In December 2001 I bought an early 2002 Prius. It's been my daily for nearly 23 years because I still really like it and it hasn't shown any terminal problem yet. But it's time to move on. At this age I don't know when the next little irregularity will pop up and I dodn't want my wife to have to deal with that. Are these early outside-Japan Prii "vintage" enough to be interesting to some interested interest group, or is it just another old car?
They've a following . But these kinda folks generally in decent standing with wants needs and desires. So generally they won't become collectibles like old American Iron is somewhat.so there's always that.
They seem to be going the way of classic helicopters. Neat curiosities of engineering, to be sure... But nobody really wants to trust putting their families in them anymore. Citation: Toyota unceremoniously gets rid of a special Prius to make room in their own museum (yes it's a newer model, but it's got some undeniably special history. If that isn't worth a museum slot, what is?)
Getting rid of a Cressida and a Prius for crushing purposes how stupid can they be maybe they're non-runners they're just frames and skins who knows I had a 2000 GT for quite a while was a really cool car
Who knows? The downside to collectability is not knowing how long you'll be able to find replacement HV batteries. Otherwise, i don't get it - great cars, innovative tech, early owners took great care of some cars - you can still find beautiful cherries with low miles that run great. Why not value them? IDK whether all of mine will be collectors, but IDK why they can't sell for the base value of any car in good shape with low miles and +40mpg. That's all I shoot for. Why is a Prius with <100k miles not worth $5000? I see people paying a lot more for newer Prii with twice the mileage or more. Seems crazy to me. I just have so little money in each car that I can recycle the cat and crush the rest to break even. I just keep driving them and get my ROI that way. How many miles on yours, OP?
I think a pristine gen2 with advanced safety features may be worth something in 20 years. Gen1 and 3, nope.
Well, now I feel bad for not watching replies. I saw the first couple -- the helicopter analogy seems apt -- then got distracted looking up other Japanese classics, and didn't come back.
I'll venture a guess that when these get past "old car" into "classic" territory there will be more acceptance of variant battery rebuilds like restuffing them with 12s{n}p blocks of vanilla MiMH cells. 160k. Near Chicago.

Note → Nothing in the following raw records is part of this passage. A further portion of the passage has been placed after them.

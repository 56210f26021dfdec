/**
 * Catalogue entries that deform the spacetime or its geometry at 2PN (b = -1): noncommutative
 * spacetime and the Johannsen parameterized black-hole metric.
 */
import { REFS } from "./references.ts";
import type { MappingEntry, TheoryEntry } from "./theory-entry.ts";

export const noncommutative: TheoryEntry = {
  slug: "noncommutative",
  name: "Noncommutative spacetime",
  family: "noncommutative geometry",
  summary:
    "Coordinates that do not commute, [x^μ, x^ν] = i θ^μν, modify the binary's dynamics at 2PN through the dimensionless Λ² = θ⁰ⁱ θ₀ᵢ/(l_P t_P)² [memory].",
  assumptions: ["Λ² v⁴ ≪ 1 over the band", "leading PN order"],
  couplings: [
    {
      symbol: "Lambda2",
      latex: "\\Lambda^2",
      dimension: "1",
      unit: "1",
      description: "noncommutativity scale in Planck units",
      quoted: { form: "identity", symbol: "Lambda2", latex: "\\Lambda^2", unit: "1" },
      range: "non_negative",
      gr_value: "zero",
    },
  ],
  mappings: [
    {
      kind: "inspiral_phase",
      pn_order: 2,
      b: -1,
      expression: "-(75/256)*eta^(-4/5)*(2*eta - 1)*Lambda2",
      latex: "\\beta = -\\frac{75}{256}\\,\\eta^{-4/5}(2\\eta - 1)\\,\\Lambda^2",
      validity: [
        {
          expression: "Lambda2/36",
          max: 0.1,
          label: "Λ² v⁴ ≪ 1 at the ISCO (v² = 1/6)",
          kind: "rule_of_thumb",
          reference: "project choice: 0.1 stands for 'much less than 1'",
        },
      ],
      caution:
        "The correction depends on the orientation of the noncommutativity tensor relative to the orbit (Jenks, Yagi & Alexander 2020); this mapping takes the orientation-averaged form, so a limit for a specific orientation can differ.",
      source_status: "memory",
      references: [REFS.kobakhidzeLaggerManning2016.key, REFS.jenksYagiAlexander2020.key],
      notes: "2η - 1 < 0 for every binary, so β > 0.",
    },
  ],
  references: [REFS.kobakhidzeLaggerManning2016, REFS.jenksYagiAlexander2020],
  reference_bounds: [
    {
      coupling: "Lambda2",
      quoted_symbol: "Lambda2",
      value: 3.5 ** 4,
      unit: "1",
      side: "upper",
      reference: REFS.kobakhidzeLaggerManning2016.key,
      source_status: "confirmed",
      note: "GW150914: √Λ < 3.5 (abstract), i.e. Λ² < 3.5⁴ = 150. No credibility: the abstract writes the bound as √Λ of order 3.5 or less and states no credible level.",
    },
  ],
  needs_source_confirmation: true,
};

const johannsenShape = "(75/64)*(eps3 - 2*alpha13)*eta^(-4/5)";

export const johannsen: TheoryEntry = {
  slug: "johannsen",
  name: "Johannsen parameterized black-hole spacetime (static, leading order)",
  family: "parameterized black hole",
  summary:
    "A regular, Kerr-like metric with free deformation functions. At leading order for a non-spinning binary the deviations ε₃ and α₁₃ shift the orbital dynamics at 2PN.",
  metric_latex:
    "g_{tt} = -\\frac{\\tilde\\Sigma\\,[\\Delta - a^2 A_2(r)^2 \\sin^2\\theta]}{[(r^2 + a^2) A_1(r) - a^2 A_2(r) \\sin^2\\theta]^2},\\quad A_1 = 1 + \\sum_n \\alpha_{1n} (M/r)^n,\\ f(r) = \\sum_n \\epsilon_n M^n / r^{n-2}",
  assumptions: [
    "test-body estimate: the deformation of the heavier hole's metric drives the orbit",
    "static (non-spinning) limit, leading order in the deformation",
    "one deformation parameter varied at a time, the other held at 0",
    "metric functions as written are from memory",
  ],
  couplings: [
    {
      symbol: "alpha13",
      latex: "\\alpha_{13}",
      dimension: "1",
      unit: "1",
      quoted: { form: "identity", symbol: "alpha13", latex: "|\\alpha_{13}|", unit: "1" },
      range: "any_sign",
      gr_value: "zero",
    },
    {
      symbol: "eps3",
      latex: "\\epsilon_3",
      dimension: "1",
      unit: "1",
      quoted: { form: "identity", symbol: "eps3", latex: "|\\epsilon_3|", unit: "1" },
      range: "any_sign",
      gr_value: "zero",
    },
  ],
  mappings: (["alpha13", "eps3"] as const).map((c): MappingEntry => ({
    kind: "inspiral_phase" as const,
    pn_order: 2,
    b: -1,
    coupling: c,
    held_fixed: c === "alpha13" ? { eps3: 0 } : { alpha13: 0 },
    expression: johannsenShape,
    latex: "\\beta = \\frac{75}{64}\\,(\\epsilon_3 - 2\\alpha_{13})\\,\\eta^{-4/5}",
    derivation: {
      kind: "energy_flux" as const,
      order: 2,
      A: "eps3 - 2*alpha13",
      B: "-2*(eps3 - 2*alpha13)",
      note: "static limit -g_tt = (1 - 2x)(1 + (ε₃ - 2α₁₃) x³) to first order, x = M/r: test-body binding energy E = E_GR [1 + (ε₃ - 2α₁₃) v⁴] and quadrupole flux with the modified Kepler law F = F_GR [1 - 2 (ε₃ - 2α₁₃) v⁴] (derived)",
    },
    body_rules: [{ kind: "derived_for" as const, description: "a deformed black-hole metric", bodies: ["bh" as const] }],
    validity: [
      {
        expression: "abs(eps3 - 2*alpha13)",
        max: 1,
        label: "small deformation: |ε₃ - 2α₁₃| below 1",
        kind: "rule_of_thumb" as const,
        reference: "project choice",
      },
    ],
    source_status: "derived" as const,
    references: [REFS.johannsen2013.key, REFS.cardenasAvendano2020.key],
    notes: "Test-body estimate re-derived for the project; the published mapping (Cardenas-Avendano, Nampalliwar & Yunes 2020) is recalled from memory.",
  })),
  references: [REFS.johannsen2013, REFS.cardenasAvendano2020],
  needs_source_confirmation: true,
};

I think they will look at gen1s like the 70's vacuum control emissions controls on Detroit iron. It took fifteen to twenty years in both cases to build them right. Most people in the general public would not know a gen1 Prius if they were standing next to it.
My point is why are they crushing them because it's we don't want anybody to have them mentality I guess these would bring millions of dollars to something somebody they were in Toyota's personal collection in whatever stupid town that is who cares some car nut would care and they would get bought up and be put in that hippie garage or whatever online or wherever they would go to an even more disastrous life where they will never be seeing a road ever again I'm pretty sad that's not really a piece of history both of the cars are pieces of histories but they need to be driven taken to shows something I mean they've just been sitting all these years not like these are cars with 300,000 miles at somebody has owned oh no these are like brand new that have been to car shows and ran a race one time to set some kind of a record before it was and what have you and now they're crushing but that's the mentality in Japan China they just destroy things that's what they do with all vehicles and stuff it gets to be a certain year mileage whatever it's destroyed and the parts are sent to America to unsuspecting whoevers exactly
That seems like an exact illustration. I find some fun in the "how long can I keep this car?" game, but I don't want my wife to have to play a round of that by herself (hasn't happened yet and best to keep it that way). Yeah that's where I got distracted from this thread that day. That article links to Japanese Nostalgic Car which sounded like the right kind of forum for the question. A search for "prius" there found a two year old article about a 1997 NHW10 getting into the Japanese Automotive Hall of Fame, and not much more. NHW11s haven't hit the magic 25 year mark but early built 2001s will get there next year (if whoever cares counts from build date vs model year). But then a week later, Nov 8, the article about this year's HoF inductees included "Mr. Prius" Takeshi Uchiyamada and that got the Prius photo to the top of the page even though the article wasn't about the car.
Likely so. Pretty safe to assume "most people" isn't the market. Then just recently my wife said that while parking somewhere she was approached by some guy (with his daughter & no creepy vibe) who asked if it was an original Prius and marveled that indeed it was.
Yeah, agreed. You do get a break on insurance, but there are restrictions on drive time (like, I mean, how would they know? Who checks up on these things?), and that won’t cut it for me since the car is my daily driver. Maybe I’m too honest.